In 2019-20, his third season at the helm, the Eagles went 23-8 and won the regular-season championship of the Big Sky Conference. Legans, 38, was chosen the league’s Coach of the Year. ESPN ranked him high on its “40 Under 40” list of the top NCAA Division I basketball coaches under the age of 40.

While the accolades were rolling in, it was a bittersweet time. His mother, Susan Legans, died at 70 in Santa Barbara just days before the Eagles clinched the top spot in the Big Sky standings. “She was the best,” Legans said. “She went to all my AAU tournament games and watched [online] every game I coached.”

Then the COVID-19 virus wiped out the Big Sky and NCAA tournaments. “It came crashing down pretty hard,” Legans said of the sudden end to EWU’s banner season.

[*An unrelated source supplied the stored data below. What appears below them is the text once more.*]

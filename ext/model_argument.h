// What questions to a model have in common: its text, a level, a raw response and the inputs of a
// row, read from a call.
#ifndef LADDERLINE_EXT_MODEL_ARGUMENT_H_
#define LADDERLINE_EXT_MODEL_ARGUMENT_H_

#include <memory>
#include <optional>
#include <string>

#include "ext/call.h"
#include "ext/model_cache.h"
#include "ext/table.h"

namespace ladderline {

// The model in argument 0; null for NULL or blank text. Throws CallError for anything else that is
// no model. The pointer is good for the duration of the call.
ModelInHand* ModelArgument(const Call& call);
ModelInHand* TableModelArgument(const TableCall& call);

// The model in argument i, to be kept while others are looked up.
std::shared_ptr<ModelInHand> HoldModelArgument(const Arguments& arguments, int i);

// Why argument i cannot be read as a model, fitted or refused; nullopt when it can. Never throws
// CallError.
std::optional<std::string> ModelFlaw(const Arguments& arguments, int i);

// A level of limits, strictly between 0 and 1; nullopt when it is missing.
std::optional<double> LevelArgument(const Arguments& arguments, int i);
// The same before inputs: the error says so, for a call that forgot the level.
std::optional<double> LevelBeforeInputs(const Arguments& arguments, int i);

// A raw response, as a date where it is one; NaN when it is missing or no date.
double ResponseArgument(const Arguments& arguments, int i, const Model& model);

// Reads the inputs from argument `first` on, by position or as label–value pairs, into `model`:
// inputs, row and weight. Throws CallError for a wrong count, an unknown or repeated label, and a
// value that its column does not take. `model` is fitted.
void ReadInputs(const Arguments& arguments, int first, ModelInHand& model);

}  // namespace ladderline

#endif  // LADDERLINE_EXT_MODEL_ARGUMENT_H_
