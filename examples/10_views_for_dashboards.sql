-- Views that a dashboard reads: re-expressed columns, weekly alerts, rates with small cells hidden;
-- and an index on a re-expression, where it does no harm.
--
-- Needs:  repair, week, district_year (make_database.sql) and the extension. A dashboard that reads
--         the views needs the extension on its own connection, read-only is enough.
-- Leaves: repair_scaled  the cases with re-expressed measures beside the raw ones
--         week_count     cases by trade and week, weeks without cases included
--         week_alert     each week against the 52 before it, and against its season in other years
--         district_rate  rates by district and year with limits, ratio to the year before, and small
--                        cells hidden so that the yearly total does not give them away

-- Nothing here asks for trust in the database's schema.
PRAGMA trusted_schema = OFF;

-- ---- Re-expressed columns ----

DROP VIEW IF EXISTS repair_scaled;
CREATE VIEW repair_scaled AS
SELECT repair.*,
       log_offset(cost, 20)                AS log_cost,
       log_offset(days_open)               AS log_days,
       logit(inspection_score, 0, 100, 0.005) AS score_logit
FROM repair;

.print
.print 'A view with re-expressed columns. Averages on the scale of the view, and the way back to euros:'
SELECT trade, count(log_cost) AS cases, round(mean(log_cost), 3) AS mean_log,
       round(log_offset_inverse(mean(log_cost), 20)) AS typical_eur, round(mean(cost)) AS mean_eur
FROM repair_scaled GROUP BY trade ORDER BY typical_eur DESC;

-- ---- An index on a re-expression ----

-- A generated column or an expression index makes its table unwritable for programs without the
-- extension, and its whole file unreadable for SQLite older than 3.31 or 3.9. So never on the
-- agency's own records: on a table derived from them, in a file of its own.
-- In earnest: ATTACH 'derived.db' AS derived
ATTACH ':memory:' AS derived;
CREATE TABLE derived.repair_cost(
  case_id  INTEGER PRIMARY KEY,
  district TEXT NOT NULL,
  cost     REAL,
  log_cost REAL GENERATED ALWAYS AS (log_offset(cost, 1)) VIRTUAL
);
INSERT INTO derived.repair_cost SELECT case_id, district, cost FROM repair;
CREATE INDEX derived.repair_cost_log ON repair_cost(log_cost);
CREATE INDEX derived.repair_cost_district ON repair_cost(district, log_offset(cost, 1));

.print
.print 'A generated column with an index, and an index on the expression itself: the planner uses both.'
EXPLAIN QUERY PLAN SELECT case_id, cost FROM derived.repair_cost WHERE log_cost > 7;
EXPLAIN QUERY PLAN
SELECT case_id, cost FROM derived.repair_cost
WHERE district = 'Corvane' AND log_offset(cost, 1) > 7;

.print
.print 'The dearest cases of a district, by that index:'
SELECT case_id, round(cost) AS cost, round(log_offset(cost, 1), 2) AS log_cost
FROM derived.repair_cost WHERE district = 'Corvane' AND log_offset(cost, 1) > 7
ORDER BY log_offset(cost, 1) DESC LIMIT 5;
DETACH derived;

-- ---- Weekly alerts ----

DROP VIEW IF EXISTS week_count;
CREATE VIEW week_count AS
SELECT trade, monday, coalesce(cases, 0) AS cases
FROM (SELECT DISTINCT trade FROM repair)
CROSS JOIN week
LEFT JOIN (SELECT trade, date(reported, 'weekday 0', '-6 days') AS monday, count(*) AS cases
           FROM repair GROUP BY 1, 2) USING (trade, monday);

-- The season of a week: in each earlier year the five weeks nearest to its date.
DROP VIEW IF EXISTS week_alert;
CREATE VIEW week_alert AS
WITH counted AS MATERIALIZED (SELECT *, julianday(monday) AS day FROM week_count),
trailing AS (
  SELECT trade, monday, day, cases,
         mean(cases) OVER before                                   AS usual,
         z_against_earlier(cases) OVER (PARTITION BY trade ORDER BY monday
                                        ROWS 52 PRECEDING)          AS z,
         count(*) OVER before                                      AS weeks_before
  FROM counted
  WINDOW before AS (PARTITION BY trade ORDER BY monday ROWS BETWEEN 52 PRECEDING AND 1 PRECEDING)
)
SELECT t.trade, t.monday, t.cases, t.weeks_before, t.usual, t.z,
       count(s.cases)                                              AS season_weeks,
       mean(s.cases)                                               AS season_usual,
       z_score(t.cases, mean(s.cases), stddev_samp(s.cases))       AS season_z,
       rate_ratio(t.cases, 1, sum(s.cases), count(s.cases))        AS season_ratio,
       rate_ratio_low(t.cases, 1, sum(s.cases), count(s.cases))    AS season_ratio_low,
       rate_ratio_high(t.cases, 1, sum(s.cases), count(s.cases))   AS season_ratio_high
FROM trailing AS t
LEFT JOIN counted AS s
  ON s.trade = t.trade AND s.day < t.day - 300
 AND abs(t.day - s.day - 365.25 * round((t.day - s.day) / 365.25)) <= 17.5
GROUP BY t.trade, t.monday;

.print
.print 'Weekly alerts by trade, weeks without cases counted as 0. A week may be high against the 52 weeks'
.print 'before it (z above 3), against its own season in earlier years (a ratio whose lower limit is above'
.print '1.2), or both. Damp calls in winter are many and usual for winter; the same number in June is not.'
SELECT trade, monday, cases, round(usual, 1) AS usual, round(z, 1) AS z,
       round(season_usual, 1) AS season_usual, round(season_ratio, 2) AS ratio,
       round(season_ratio_low, 2) AS ratio_low,
       CASE WHEN season_ratio_low <= 1.2 THEN 'high against the year alone'
            WHEN z <= 3 THEN 'high for its season alone' ELSE 'high for both' END AS alert
FROM week_alert
WHERE weeks_before = 52 AND season_weeks >= 5 AND (z > 3 OR season_ratio_low > 1.2)
ORDER BY monday DESC;

-- ---- Rates by district ----

-- Districts come from the list of districts, so that one without cases has a row with 0.
DROP VIEW IF EXISTS district_rate;
CREATE VIEW district_rate AS
WITH counted AS (
  SELECT y.district, y.year, y.dwellings, count(r.case_id) AS cases
  FROM district_year AS y
  LEFT JOIN repair AS r ON r.district = y.district AND CAST(substr(r.reported, 1, 4) AS INTEGER) = y.year
  GROUP BY y.district, y.year
),
judged AS (
  SELECT *, cases < suppression_floor(cases, 5) OVER (PARTITION BY year) AS hidden FROM counted
),
shown AS (
  SELECT district, year, dwellings, hidden, iif(hidden, NULL, cases) AS cases FROM judged
)
SELECT district, year, hidden, cases, dwellings,
       rate_per(cases, dwellings, 1000)  AS per_1000,
       rate_low(cases, dwellings, 1000)  AS low,
       rate_high(cases, dwellings, 1000) AS high,
       rate_ratio(cases, dwellings, lag(cases) OVER years, lag(dwellings) OVER years)      AS ratio,
       rate_ratio_low(cases, dwellings, lag(cases) OVER years, lag(dwellings) OVER years)  AS ratio_low,
       rate_ratio_high(cases, dwellings, lag(cases) OVER years, lag(dwellings) OVER years) AS ratio_high
FROM shown
WINDOW years AS (PARTITION BY district ORDER BY year);

.print
.print 'Rates per 1,000 dwellings with 95% limits, and the ratio to the year before. Saltspur Isle has'
.print 'too few cases to be shown, and with it the next smallest district: else the yearly total less'
.print 'the others would give the hidden count.'
SELECT district, hidden, cases, round(per_1000, 1) AS per_1000, round(low, 1) AS low,
       round(high, 1) AS high, round(ratio, 2) AS ratio, round(ratio_low, 2) AS ratio_low,
       round(ratio_high, 2) AS ratio_high
FROM district_rate WHERE year = 2024;
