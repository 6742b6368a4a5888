-- Can the fit be trusted, and what does it say: check, mend, compare, and a page for the briefing.
--
-- Needs:  repair (make_database.sql) and the extension.
-- Leaves: cost_fit  four fits of the cost of a case, by name.

.print
.print 'A first fit: cost as it is, in euros. The checks say what is wrong with that, and what to try.'
DROP TABLE IF EXISTS cost_fit;
CREATE TABLE cost_fit(name TEXT PRIMARY KEY, model TEXT NOT NULL);
INSERT INTO cost_fit
SELECT 'as it is',
       ols_model('cost (EUR)',                cost,
                 'dwellings',                 dwellings,
                 'building age (years)',      building_age,
                 'trade | category Plumbing', trade,
                 'case | key',                case_id)
FROM repair;

SELECT check_name, status, finding, remedy
FROM cost_fit, model_checks(model) WHERE name = 'as it is' AND status IN ('problem', 'look');

.print
.print 'Mended: the logarithm of cost + 20 (free repairs keep a value), the logarithm of the number of'
.print 'dwellings, and errors that do not ask for even spread (hc3). What the checks say now:'
INSERT INTO cost_fit
SELECT 'logarithms',
       ols_model('cost (EUR) | log_offset 20', cost,
                 'dwellings | log_offset',     dwellings,
                 'building age (years)',       building_age,
                 'trade | category Plumbing',  trade,
                 'errors | option',            'hc3',
                 'case | key',                 case_id)
FROM repair;

SELECT status, count(*) AS checks, group_concat(check_name, ', ') AS which
FROM cost_fit, model_checks(model) WHERE name = 'logarithms' GROUP BY status;

.print
.print 'Cases of one week may be alike in what the columns do not tell: a storm, a flooded street. With'
.print 'weeks as clusters the limits allow for that. The last fit adds the districts.'
INSERT INTO cost_fit
SELECT 'by week',
       ols_model('cost (EUR) | log_offset 20', cost,
                 'dwellings | log_offset',     dwellings,
                 'building age (years)',       building_age,
                 'trade | category Plumbing',  trade,
                 'week | cluster',             date(reported, 'weekday 0', '-6 days'),
                 'case | key',                 case_id)
FROM repair;
INSERT INTO cost_fit
SELECT 'with districts',
       ols_model('cost (EUR) | log_offset 20',   cost,
                 'dwellings | log_offset',       dwellings,
                 'building age (years)',         building_age,
                 'trade | category Plumbing',    trade,
                 'district | category Ashquill', district,
                 'week | cluster',               date(reported, 'weekday 0', '-6 days'),
                 'name | option',                'What goes with the cost of a repair',
                 'case | key',                   case_id)
FROM repair;

SELECT name, errors, round(effect, 3) AS percent_a_year, round(low, 3) AS low, round(high, 3) AS high
FROM cost_fit, model_effects(model)
WHERE column_name = 'building age' AND kind = 'percent';

.print
.print 'Which fit serves better? Costs as they are against logarithms, then without districts against'
.print 'with them. The reading is in words; its figures are there too (test, p_value, aic_difference).'
SELECT a.name AS first, b.name AS second, fact(model_compare(a.model, b.model), 'preferred') AS preferred,
       fact(model_compare(a.model, b.model), 'reading') AS reading
FROM cost_fit AS a JOIN cost_fit AS b
  ON (a.name, b.name) IN (('as it is', 'logarithms'), ('by week', 'with districts'));

.print
.print 'What the preferred one says, as sentences that can be sent:'
SELECT sentence FROM cost_fit, model_effects(model)
WHERE name = 'with districts' AND column_name IN ('dwellings', 'building age', 'trade')
  AND kind <> 'rule_of_thumb';

.print
.print 'And the whole of it on one page, with the cautions that belong to it.'
.mode list
SELECT model_brief(model) FROM cost_fit WHERE name = 'with districts';
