// Charts as text: aggregates that draw their rows as SVG, to stand in a page as they are.
#include <array>
#include <deque>
#include <limits>
#include <string>
#include <utility>
#include <vector>

#include "core/chart/histogram_chart.h"
#include "core/chart/intervals_chart.h"
#include "core/chart/points_chart.h"
#include "core/support/text.h"
#include "ext/aggregate.h"
#include "ext/function_tables.h"

namespace ladderline {
namespace {

// The first kTexts arguments name the chart and its axes, the same in every row; the others are a
// row of figures, which kRead takes, or nothing where one that is needed is missing.
template <int kTexts, class Row, std::optional<Row> (*kRead)(const Call&)>
class ChartState {
 public:
  void Step(const Call& call) {
    std::optional<Row> row = Read(call);
    if (row) {
      rows_.push_back(std::move(*row));
    } else {
      ++skipped_;
    }
  }
  void Inverse(const Call& call) {
    if (Read(call)) {
      rows_.pop_front();
    } else {
      --skipped_;
    }
  }

 protected:
  bool empty() const { return rows_.empty(); }
  std::vector<Row> rows() const { return {rows_.begin(), rows_.end()}; }
  const std::string& text(std::size_t i) const { return texts_[i]; }
  std::int64_t skipped() const { return skipped_; }
  static void Send(const Call& call, Result<std::string> chart) {
    if (!chart.ok()) call.Throw(chart.error());
    call.Return(std::move(chart).value());
  }

 private:
  std::optional<Row> Read(const Call& call) {
    std::array<std::string_view, kTexts> texts;
    bool missing = false;
    for (int i = 0; i < kTexts; ++i) {
      const std::optional<std::string_view> text = call.Text(i);
      missing = missing || !text;
      texts[static_cast<std::size_t>(i)] = text.value_or(std::string_view());
    }
    std::optional<Row> row = kRead(call);
    if (missing) return std::nullopt;
    for (std::size_t i = 0; i < kTexts; ++i) {
      if (!named_) {
        texts_[i] = texts[i];
      } else if (texts_[i] != texts[i]) {
        call.ThrowBad(static_cast<int>(i), "must stay the same within a group, where it was '" +
                                               Excerpt(texts_[i], 40) + "'");
      }
    }
    named_ = true;
    return row;
  }

  bool named_ = false;
  std::array<std::string, kTexts> texts_;
  std::deque<Row> rows_;
  std::int64_t skipped_ = 0;
};

double NumberOrNaN(const Call& call, int i) {
  return call.Has(i) ? call.Number(i).value_or(std::numeric_limits<double>::quiet_NaN())
                     : std::numeric_limits<double>::quiet_NaN();
}

// ---- chart_histogram ----

std::optional<ChartBin> ReadBin(const Call& call) {
  const std::optional<double> low = call.Number(2), high = call.Number(3), rows = call.Number(4);
  if (!low || !high || !rows) return std::nullopt;
  return ChartBin{*low, *high, *rows};
}

struct HistogramChartState : ChartState<2, ChartBin, ReadBin> {
  void Answer(const Call& call) const {
    if (empty()) return call.ReturnNull();
    Send(call, HistogramChart(text(0), text(1), rows(), skipped()));
  }
};

// ---- chart_points ----

std::optional<ChartPoint> ReadPoint(const Call& call) {
  const std::optional<double> x = call.Number(3), y = call.Number(4);
  const double guide = NumberOrNaN(call, 5), low = NumberOrNaN(call, 6),
               high = NumberOrNaN(call, 7);
  if (!x || !y) return std::nullopt;
  return ChartPoint{*x, *y, guide, low, high};
}

struct PointsChartState : ChartState<3, ChartPoint, ReadPoint> {
  void Answer(const Call& call) const {
    if (empty()) return call.ReturnNull();
    call.Return(PointsChart(text(0), text(1), text(2), rows(), skipped()));
  }
};

// ---- chart_intervals ----

std::optional<ChartInterval> ReadInterval(const Call& call) {
  const std::optional<std::string_view> name = call.Text(2);
  const std::optional<double> middle = call.Number(3);
  const double low = NumberOrNaN(call, 4), high = NumberOrNaN(call, 5);
  if (!name || !middle) return std::nullopt;
  return ChartInterval{std::string(*name), *middle, low, high};
}

struct IntervalsChartState : ChartState<2, ChartInterval, ReadInterval> {
  void Answer(const Call& call) const {
    if (empty()) return call.ReturnNull();
    Send(call, IntervalsChart(text(0), text(1), rows(), skipped()));
  }
};

constexpr AggregateMethods kHistogram = AggregateOf<HistogramChartState>();
constexpr AggregateMethods kPoints = AggregateOf<PointsChartState>();
constexpr AggregateMethods kIntervals = AggregateOf<IntervalsChartState>();

constexpr FunctionRow kRows[] = {
    Aggregate("chart_histogram", 5, 5, "title, axis, low, high, rows", kHistogram,
              "A histogram as SVG, one bin a row; what is given twice for a bin adds up.", "",
              "SELECT chart_histogram('Cost of repairs', 'cost (EUR)', low, high, rows) FROM "
              "(SELECT 0 AS low, 100 AS high, 12 AS rows UNION ALL SELECT 100, 200, 5)"),
    Aggregate(
        "chart_points", 5, 8, "title, x_axis, y_axis, x, y [, guide [, low, high]]", kPoints,
        "Points as SVG, each with a bar from low to high where these are given, and a dashed line "
        "through the guides.",
        "",
        "SELECT chart_points('Cost and age', 'age (years)', 'cost (EUR)', age, cost) FROM "
        "(SELECT 10 AS age, 120 AS cost UNION ALL SELECT 40, 300)"),
    Aggregate(
        "chart_intervals", 6, 6, "title, axis, name, middle, low, high", kIntervals,
        "Named figures with their limits as SVG, one under the other in the order of the rows. A "
        "limit that is NULL leaves its side open; both: there are no limits.",
        "",
        "SELECT chart_intervals('Repairs in 2024', 'per 1,000 dwellings', area, rate, low, high) "
        "FROM (SELECT 'Northfold' AS area, 12.5 AS rate, 9.1 AS low, 16.8 AS high "
        "UNION ALL SELECT 'Marrow Quay', 20.2, 15, 26.5)"),
};

}  // namespace

std::span<const FunctionRow> ChartFunctions() { return kRows; }

}  // namespace ladderline
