constexpr FunctionRow kRows[] = {
    Table("model_terms", 1, 3, "model [, level [, errors]]", kTerms,
          "Coefficients with limits, standard errors, t and p, one row per term.", "",
          LADDERLINE_EXAMPLE("model_terms(fit.model, 0.9, 'hc3')")),
    Table("model_effects", 1, 3, "model [, level [, errors]]", kEffects,
          "What the terms come to in plain units, each as a figure with limits and as a sentence: "
          "percent changes under logarithms, each category against its reference, and for every "
          "number the step from its lower to its upper quartile, or where these are equal from its "
          "least to its largest value.",
          "", LADDERLINE_EXAMPLE("model_effects(fit.model, 0.9, 'hc3')")),
    Table("model_facts", 1, 1, "model", kFacts,
          "What there is to know of a model as a whole, also of a refused one.", "",
          LADDERLINE_EXAMPLE("model_facts(fit.model)")),
    Table("model_columns", 1, 1, "model", kColumns,
          "The labelled columns: role, kind, range, quartiles, levels, rows missing and outside.",
          "", LADDERLINE_EXAMPLE("model_columns(fit.model)")),
    Table("model_tests", 1, 1, "model", kTests,
          "Joint test of all terms of a predictor: the classical partial F, whatever the model's "
          "errors.",
          "", LADDERLINE_EXAMPLE("model_tests(fit.model)")),
    Table("model_checks", 1, 1, "model", kChecks,
          "Whether the fit can be trusted: each check with its status (fine, look, problem, not "
          "computed), what it found in plain words, and what to try next.",
          "", LADDERLINE_EXAMPLE("model_checks(fit.model)")),
    Table("model_influence", 1, 1, "model", kInfluence,
          "Up to 20 fitted rows with the largest Cook's distance.", "",
          LADDERLINE_EXAMPLE("model_influence(fit.model)")),
    Table("model_histogram", 1, 1, "model", kHistogram,
          "How the response of the fitted rows is spread: counts in bins from low up to, not with, "
          "high (the last with it), of original values and, where it has a transform, of "
          "re-expressed ones. No rows for fewer than 10 fitted rows or without checks.",
          "",
          "SELECT h.* FROM (WITH RECURSIVE number(n) AS (SELECT 1 UNION ALL SELECT n + 1 FROM "
          "number WHERE n < 40) SELECT ols_model('cost | log_offset', n * n, 'age', n) AS model "
          "FROM number) AS fit, model_histogram(fit.model) AS h"),
    Table("model_residual_quantiles", 1, 1, "model", kResidualQuantiles,
          "Quantiles of the residuals, on the transformed scale and of rows scaled by the root of "
          "their weight, each beside the normal score at which it would lie on a straight line, "
          "were they normal.",
          "", LADDERLINE_EXAMPLE("model_residual_quantiles(fit.model)")),
    Table("model_residual_bins", 1, 1, "model", kResidualBins,
          "Mean and spread of the residuals for low to high fitted values, on the transformed "
          "scale: a mean far from 0 is a curve, a growing spread a funnel.",
          "", LADDERLINE_EXAMPLE("model_residual_bins(fit.model)")),
    Table("model_predictions", 2, kAnyCount, "model, level, inputs…", kPredictions,
          "One row with typical value, mean and case limits for a row of inputs, and whether to "
          "trust them.",
          "", LADDERLINE_EXAMPLE("model_predictions(fit.model, 0.95, 25)")),
};

}  // namespace

std::span<const FunctionRow> ModelTables() { return kRows; }

}  // namespace ladderline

The college is located in Cheney, a small town south of Spokane. “I’m in a good spot,” said Legans, who has two children with his wife. Tatjana, a former player for EWU women’s team. “The kids are doing great. It’s very peaceful here.”

The worldwide Black Lives Matter movement swept into the area this month. When several EWU players wanted to participate in a protest march in Spokane, Legans, who is of mixed race, did not hesitate to give them the go-ahead. “I’m proud to see them support a cause that’s important to them,” he said.

Rodriguez is happy to see how far Legans has come. “He was living with a single mom in a one-bedroom condo,” he said. “That’s what the Boys & Girls Club is all about.”